Very interesting history.....


----------



## static_x (Oct 6, 2008)

Slipknot Rocks!!!


----------



## comp@ddict (Oct 6, 2008)

KPower Mania said:


> I wasnt banned, I got my account deleted as per my wish ! And dont disclose all this stuff.



Fell in love?? Seriously u gottttaaaaaa tell mee!!!!!!!!!!!!!!!!!!!!!


----------



## Psychosocial (Oct 6, 2008)

comp@ddict said:


> Fell in love?? Seriously u gottttaaaaaa tell mee!!!!!!!!!!!!!!!!!!!!!



kyun meri jaan ke pichee pade hon .


----------



## a_k_s_h_a_y (Oct 6, 2008)

why were you banned ??
any way i have joined as trance_inc
check out !


----------



## Psychosocial (Oct 6, 2008)

a_k_s_h_a_y said:


> why were you banned ??
> any way i have joined as trance_inc
> check out !



Its not a good thing to know how I was banned .

I will check out your profile.


----------



## Faun (Oct 6, 2008)

static_x said:


> Slipknot Rocks!!!


static X sucks flanger tubes


----------



## comp@ddict (Oct 6, 2008)

KPower Mania said:


> Its not a good thing to know how I was banned .
> 
> I will check out your profile.




Bata bhi dey yaar kya hua tha


----------



## Abhishek Dwivedi (Oct 6, 2008)

lolz..thats crazy...congrats pal


----------



## it_waaznt_me (Oct 6, 2008)

Lol .. Did you check Venky's profile ( svenkat24 at Last fm) .. There was a time where ppl used to scrap him requesting to stop listening to U2 so that they could become top listener ..


----------



## Psychosocial (Oct 6, 2008)

lol...it wont be the same with me...........I hardly have 5.3k plays .


----------



## comp@ddict (Oct 6, 2008)

Thnx 'K' PowerMania abt ur li'l story


----------



## Faun (Oct 6, 2008)

K for Kloot


----------



## Indyan (Oct 6, 2008)

it_waaznt_me said:


> Lol .. Did you check Venky's profile ( svenkat24 at Last fm) .. There was a time where ppl used to scrap him requesting to stop listening to U2 so that they could become top listener ..

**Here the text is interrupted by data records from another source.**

@pytest.mark.parametrize("name", ["tabbed", "scored"])
def test_fiducials_are_flashes_alone_and_marks_belong_to_no_net(name: str, folders: dict[str, Path]) -> None:
    panel = {"tabbed": (273.0, 130.0, 10.0), "scored": (94.0, 54.0, 7.0)}[name]  # width, height, rail in mm
    width, height, half = panel[0], panel[1], 0.5 * panel[2]
    expected = {(half + 6.0, half), (width - half - 6.0, half), (half + 6.0, height - half)}
    for level in BOTH if name == "tabbed" else BOTH[:1]:
        path = folders[name] / "fabrication" / f"copper-{level}.gbr"
        flashes = [f for f in objects(path, "Flash2") if "Fiducial" in f.aperture.attributes.get(".AperFunction")]
        assert {place_of(f.flash_point) for f in flashes} == expected
        assert {f.aperture.attributes.get(".AperFunction") for f in flashes} == {"FiducialPad,Panel"}
        assert {float(f.aperture.diameter.as_millimeters()) for f in flashes} == {1e3 * FIDUCIAL}
        assert not any(f.attributes.N or f.attributes.C or f.attributes.P for f in flashes)
        regions = objects(path, "Region2")
        bare = [r for r in regions if r.aperture_attributes.get(".AperFunction") == "NonConductor"]
        assert len(bare) == (2 if level is Level.TOP else 0)
        assert not any(r.object_attributes.N or r.object_attributes.C for r in bare)
        boards = [r for r in regions if r not in bare]
        assert all(r.object_attributes.N.endswith(("_A1", "_B1")) for r in boards)
        # a region over a fiducial would be a second object where a camera looks for one
        centres = {place_of(r.command_buffer.commands[0].start_point) for r in regions}
        assert not {(x - 0.5, y) for x, y in expected} & centres


def test_designators_of_copies_and_of_a_coupon(folders: dict[str, Path]) -> None:
    path = folders["tabbed"] / "fabrication" / "copper-bottom.gbr"
    regions = [r for r in objects(path, "Region2") if r.aperture_attributes.get(".AperFunction") == "EtchedComponent"]
    assert Counter((r.object_attributes.C, r.object_attributes.N) for r in regions) == Counter(
        (part, f"{net}_{place}") for part, place in (("ANT1", "A1"), ("ANT2", "B1")) for net in ("SIGNAL", "RETURN")
    )
    path = folders["coupon"] / "fabrication" / "copper-top.gbr"
    assert not any(r.object_attributes.C for r in objects(path, "Region2"))
    assert {r.aperture_attributes.get(".AperFunction") for r in objects(path, "Region2")} == {"Conductor"}
    lands = [f for f in objects(path, "Flash2") if f.attributes.P]
    assert sorted((f.attributes.P.refdes, f.attributes.P.number, f.attributes.N) for f in lands) == [
        ("J1", "1", "LINE"), ("J3", "1", "GND"), ("LAUNCH_RIGHT", "1", "LINE"),
    ]  # fmt: skip


def test_profile_has_a_closed_line_for_the_edge_and_one_for_each_cutout(folders: dict[str, Path]) -> None:
    """Chains of draws that end where they begin: 273 by 130 mm, and two slots 3 mm wide."""
    chains: list[list[tuple[float, float]]] = []
    for draw in parsed(folders["tabbed"] / "fabrication" / "profile.gbr")[0]:
        assert draw.aperture.attributes.get(".AperFunction") == "Profile"
        if not chains or chains[-1][-1] != place_of(draw.start_point):
            chains.append([place_of(draw.start_point)])
        chains[-1].append(place_of(draw.end_point))
    assert len(chains) == 3
    assert all(chain[0] == chain[-1] for chain in chains)
    spans = [[max(c) - min(c) for c in zip(*chain, strict=True)] for chain in chains]
    assert spans[0] == pytest.approx([273.0, 130.0])
    assert [span[0] for span in spans[1:]] == pytest.approx([3.0, 3.0])


def test_scores_are_single_lines_from_edge_to_edge(folders: dict[str, Path]) -> None:
    lines = parsed(folders["scored"] / "fabrication" / "score.gbr")[0]
    assert {type(line).__name__ for line in lines} == {"Line2"}
    ends = {(place_of(line.start_point), place_of(line.end_point)) for line in lines}
    assert ends == {((x, 0.0), (x, 54.0)) for x in (7.0, 47.0, 87.0)} | {((0.0, y), (94.0, y)) for y in (7.0, 47.0)}
    assert len(list(OtherFile.open(folders["scored"] / "fabrication" / "score.gbr").objects)) == 5
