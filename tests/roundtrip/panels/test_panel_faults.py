"""Files of panels spoilt one fault at a time, by text edits and by libraries that know nothing of this program.

Authority: the list of what users lose when such files go wrong, common practice of board fabrication.
"""

from __future__ import annotations

import hashlib
import re
from collections.abc import Callable
from dataclasses import replace
from pathlib import Path
from typing import Any

import ezdxf
import gdstk
import pytest

from planar.copper.layout import Score
from planar.errors import HandoffError
from planar.handoff import (
    check_layout_files,
    write_fabrication_files,
    write_layout_files,
)

Job = Any


# faults planted one at a time


def signed(text: str) -> str:
    """`text` with its signature put right: over all characters before it but the line ends."""
    body = text[: text.rindex("%TF.MD5")]
    return f"{body}%TF.MD5,{hashlib.md5(body.replace(chr(10), '').encode()).hexdigest()}*%\nM02*\n"


def in_text(name: str, change: Callable[[str], str]) -> Callable[[Path], None]:
    def plant(folder: Path) -> None:
        path = folder / "fabrication" / name
        text = path.read_text(encoding="ascii")
        other = change(text)
        assert other != text
        path.write_text(signed(other) if path.suffix == ".gbr" else other, encoding="ascii")

    return plant


def one_fiducial_less(text: str) -> str:
    return text.replace("X11000000Y5000000D03*\n", "")


def last_line_less(text: str) -> str:
    """What is drawn from the last move on."""
    return text[: text.rindex("X", 0, text.rindex("D02*"))] + text[text.rindex("%TF.MD5") :]


def plated_too(folder: Path) -> None:
    """The tool of the perforations in the file of plated holes."""
    unplated, plated = (folder / "fabrication" / f"drill-{name}.xnc" for name in ("unplated", "plated"))
    text = unplated.read_text(encoding="ascii")
    hits = text[text.index("\nT1\n") + 4 : text.index("\nT2\n")]
    other = plated.read_text(encoding="ascii")
    other = other.replace("%\n", "; #@! TA.AperFunction,MechanicalDrill,Breakout\nT2C0.500\n; #@! TD\n%\n")
    plated.write_text(other.replace("M30", f"T2\n{hits}\nM30"), encoding="ascii")
    rest = text.replace(f"T1\n{hits}\n", "").replace("; #@! TA.AperFunction,MechanicalDrill,Breakout\nT1C0.500\n", "")
    unplated.write_text(rest.replace("; #@! TD\n", "", 1), encoding="ascii")


def swapped(name: str, here: str, other: str) -> Callable[[Path], None]:
    return in_text(name, lambda text: text.replace(here, other))


def with_a_net(text: str) -> str:
    return text.replace("NonConductor*%\n", "NonConductor*%\n%TO.N,ANT*%\n", 1)


def pins_of_one_part(text: str) -> str:
    return re.sub(r"^(327.{17})ANT2", r"\1ANT1", text, flags=re.MULTILINE)


def on_the_page(name: str, here: str, other: str) -> Callable[[Path], None]:
    def plant(folder: Path) -> None:
        text = (folder / name).read_text(encoding="utf-8")
        assert here in text
        (folder / name).write_text(text.replace(here, other), encoding="utf-8")

    return plant


FAULTS: dict[str, tuple[str, Callable[[Path], None], str]] = {
    "score line moved by 0.1 mm": (
        "scored",
        swapped("score.gbr", "X47000000Y", "X47100000Y"),
        "gbr: line from (47.000",
    ),
    "score line lost": ("scored", in_text("score.gbr", last_line_less), "score.gbr: 4 straight lines, expected 5"),
    "score line one-sided": ("scored", swapped("score.gbr", "Vcut", "Vcut,Top"), "Vcut,Top, expected Vcut"),
    "no file of the scores": (
        "scored",
        lambda folder: (folder / "fabrication" / "score.gbr").unlink(),
        "score.gbr cannot be read",
    ),
    "score moved in the drawing": ("scored", swapped("array.gbr", "Y47000000D", "Y46900000D"), "array.gbr: line from"),
    "fiducial missing": ("tabbed", in_text("copper-bottom.gbr", one_fiducial_less), "Panel, net none: no such flash"),
    "fiducial of a board": ("tabbed", swapped("copper-top.gbr", "FiducialPad,Panel", "FiducialPad,Global"), "no such"),
    "mark with a net": ("tabbed", in_text("copper-top.gbr", with_a_net), "net ANT, expected none"),
    "cutout missing": ("tabbed", in_text("profile.gbr", last_line_less), "2 closed lines, expected 3"),
    "cutout moved by 0.1 mm": ("tabbed", swapped("profile.gbr", "X135000000Y", "X134900000Y"), "profile.gbr: outline"),
    "board moved in the drawing": ("scored", swapped("array.gbr", "X86000000Y", "X85900000Y"), "array.gbr: outline at"),
    "perforation plated": ("tabbed", plated_too, "drill-plated.xnc: 12 holes, expected 2"),
    "tooling hole as a mere hole": (
        "tabbed",
        swapped("drill-unplated.xnc", "MechanicalDrill,Tooling", "MechanicalDrill,Breakout"),
        "is MechanicalDrill,Breakout, expected MechanicalDrill,Tooling",
    ),
    "single instead of array": (
        "tabbed",
        swapped("copper-top.gbr", ".Part,Array", ".Part,Single"),
        ".Part Single, expected Array",
    ),
    "single instead of array in the holes": (
        "scored",
        swapped("drill-unplated.xnc", ".Part,Array", ".Part,Single"),
        ".Part Single, expected Array",
    ),
    "copies of one name": (
        "tabbed",
        swapped("copper-bottom.gbr", "TO.C,ANT2", "TO.C,ANT1"),
        "component ANT1, expected ANT2",
    ),
    "pins of one part": ("tabbed", in_text("netlist.ipc", pins_of_one_part), "land ANT2-1 at"),
    "net of the other copy": ("tabbed", swapped("netlist.ipc", "327SIGNAL_B1", "327SIGNAL_A1"), "net SIGNAL_A1, exp"),
    "fewer boards on the operator's page": (
        "tabbed",
        on_the_page("fabrication/README-cam.txt", "2 x 1 = 2 boards", "1 x 1 = 1 boards"),
        "README-cam.txt: ",
    ),
    "drawing of the other panel": (
        "tabbed",
        lambda folder: (folder / "fabrication" / "drawing.pdf").write_bytes(b"%PDF-1.4") and None,
        "drawing.pdf: ",
    ),
    "score file of a panel with tabs": (
        "tabbed",
        lambda folder: (folder / "fabrication" / "score.gbr").write_bytes(b"M02*") and None,
        "score.gbr: does not belong here",
    ),
    "coordinates of another set": (
        "scored",
        in_text("drill-unplated.xnc", lambda text: re.sub(r"(SameCoordinates,).{8}", r"\g<1>00000000", text)),
        ".SameCoordinates 00000000",
    ),
}


@pytest.mark.parametrize("fault", FAULTS)
def test_planted_fault_is_reported(fault: str, jobs: dict[str, Job], tmp_path: Path) -> None:
    name, plant, words = FAULTS[fault]
    job = jobs[name]
    folder = tmp_path / "fabrication"
    folder.mkdir()
    write_fabrication_files(job.layout, job.sheet, folder, facts=job.facts)
    plant(tmp_path)
    assert words in job.refusal(tmp_path)


def test_faults_in_exchange_files(jobs: dict[str, Job], tmp_path: Path) -> None:
    """Written from a layout with a fault, compared with the right one: each of the three files shows it."""
    for name, change, words in (
        ("tabbed", {"cutouts": jobs["tabbed"].layout.cutouts[:1]}, "OUTLINE: 2 outlines, expected 3"),
        (
            "tabbed",
            {"cutouts": tuple(c.translated(0.0, 1e-4) for c in jobs["tabbed"].layout.cutouts)},
            "OUTLINE: outline at (135.000000, 10.500000)",
        ),
        (
            "scored",
            {"scores": (Score((7.1e-3, 0.0), (7.1e-3, 54e-3)), *jobs["scored"].layout.scores[1:])},
            "SCORE: another shape",
        ),
    ):
        job = jobs[name]
        folder = tmp_path / words[:12] / "layout"
        folder.mkdir(parents=True, exist_ok=True)
        write_layout_files(replace(job.layout, **change), folder, status="a test")
        text = job.layout_refusal(folder.parent)
        for file in ("board.dxf", "board-segments.dxf", "board.gds"):
            assert f"{file}: {words}" in text


def dxf_layer_moved(layer: str, dx: float) -> Callable[[Path], None]:
    """The first polyline of a layer of board.dxf moved by `dx` mm."""

    def plant(folder: Path) -> None:
        path = folder / "layout" / "board.dxf"
        document = ezdxf.readfile(path)
        document.modelspace().query(f'LWPOLYLINE[layer=="{layer}"]')[0].translate(dx, 0.0, 0.0)
        document.saveas(path)

    return plant


def gds_polygon_lost(number: int, index: int) -> Callable[[Path], None]:
    """A polygon of a layer of board.gds gone."""

    def plant(folder: Path) -> None:
        path = folder / "layout" / "board.gds"
        library = gdstk.read_gds(path)
        cell = library.cells[0]
        cell.remove([polygon for polygon in cell.polygons if polygon.layer == number][index])
        library.write_gds(path, max_points=4094)

    return plant


def gds_letters_swapped(folder: Path) -> None:
    """Two strokes of the legend 2 um to the side: number and area are as before, and all arcs might differ by more."""
    path = folder / "layout" / "board.gds"
    library = gdstk.read_gds(path)
    strokes = [polygon for polygon in library.cells[0].polygons if polygon.layer == 21]
    strokes[3].translate(2.0, 0.0)
    strokes[-1].translate(-2.0, 0.0)
    library.write_gds(path, max_points=4094)


LAYOUT_FAULTS: dict[str, tuple[str, Callable[[Path], None], str]] = {
    "net tie of a board moved": ("scored", dxf_layer_moved("NET_TIE", 0.1), "board.dxf: NET_TIE: extents"),
    "net tie of the last board lost": (
        "scored",
        gds_polygon_lost(52, -1),
        "board.gds: NET_TIE: 1 outlines, expected 2",
    ),
    "board of the panel lost": ("tabbed", gds_polygon_lost(1, 1), "board.gds: COPPER_TOP: "),
    "letters moved by 2 um": ("tabbed", gds_letters_swapped, "board.gds: LEGEND_TOP: outline at"),
    "page of one board": (
        "tabbed",
        on_the_page("layout/README.txt", "copies of one board", "copies of two boards"),
        "README.txt: '2 copies of two boards",
    ),
    "picture without its cutouts": (
        "tabbed",
        on_the_page("layout/preview-top.svg", '<g class="cutouts"', '<g class="hidden"'),
        "preview-top.svg: ",
    ),
    "page for a builder": (
        "scored",
        lambda folder: (folder / "layout" / "README-build.txt").write_text("solder") and None,
        "README-build.txt: does not belong here",
    ),
}


@pytest.mark.parametrize("fault", LAYOUT_FAULTS)
def test_planted_fault_in_the_layout_folder_is_reported(fault: str, jobs: dict[str, Job], tmp_path: Path) -> None:
    name, plant, words = LAYOUT_FAULTS[fault]
    job = jobs[name]
    (tmp_path / "layout").mkdir()
    write_layout_files(job.layout, tmp_path / "layout", status="a test")
    plant(tmp_path)
    with pytest.raises(HandoffError) as caught:
        check_layout_files(job.layout, tmp_path / "layout", status="a test")
    assert words in str(caught.value)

Holy ****! 46,661 plays  (Listens to U2 85% of the time)


----------



## comp@ddict (Oct 6, 2008)

T159 said:


> K for Kloot



U dunno what 'K' stands for do you??


----------



## Psychosocial (Oct 6, 2008)

comp@ddict said:


> U dunno what 'K' stands for do you??



arre yaar, why are u disclosing this stuff ? .


----------



## esumitkumar (Oct 6, 2008)

kyun bacche ki jaaan le raho ho sab log milke  
abhi uska bachpana hai..let him be...but ye abhi se hee slipknot sun ne laga ha..25 saal ki umr main shayad ye koi metal band hee khol le 

Paranj..if u like metal so much..try learning guitar..
its proved scientifically,,the more younger u r..more is ur grasping ability..u have lots of time till u reach 20-22 age 
ek baar job main aa jayega ..fir kuch time nahin milega...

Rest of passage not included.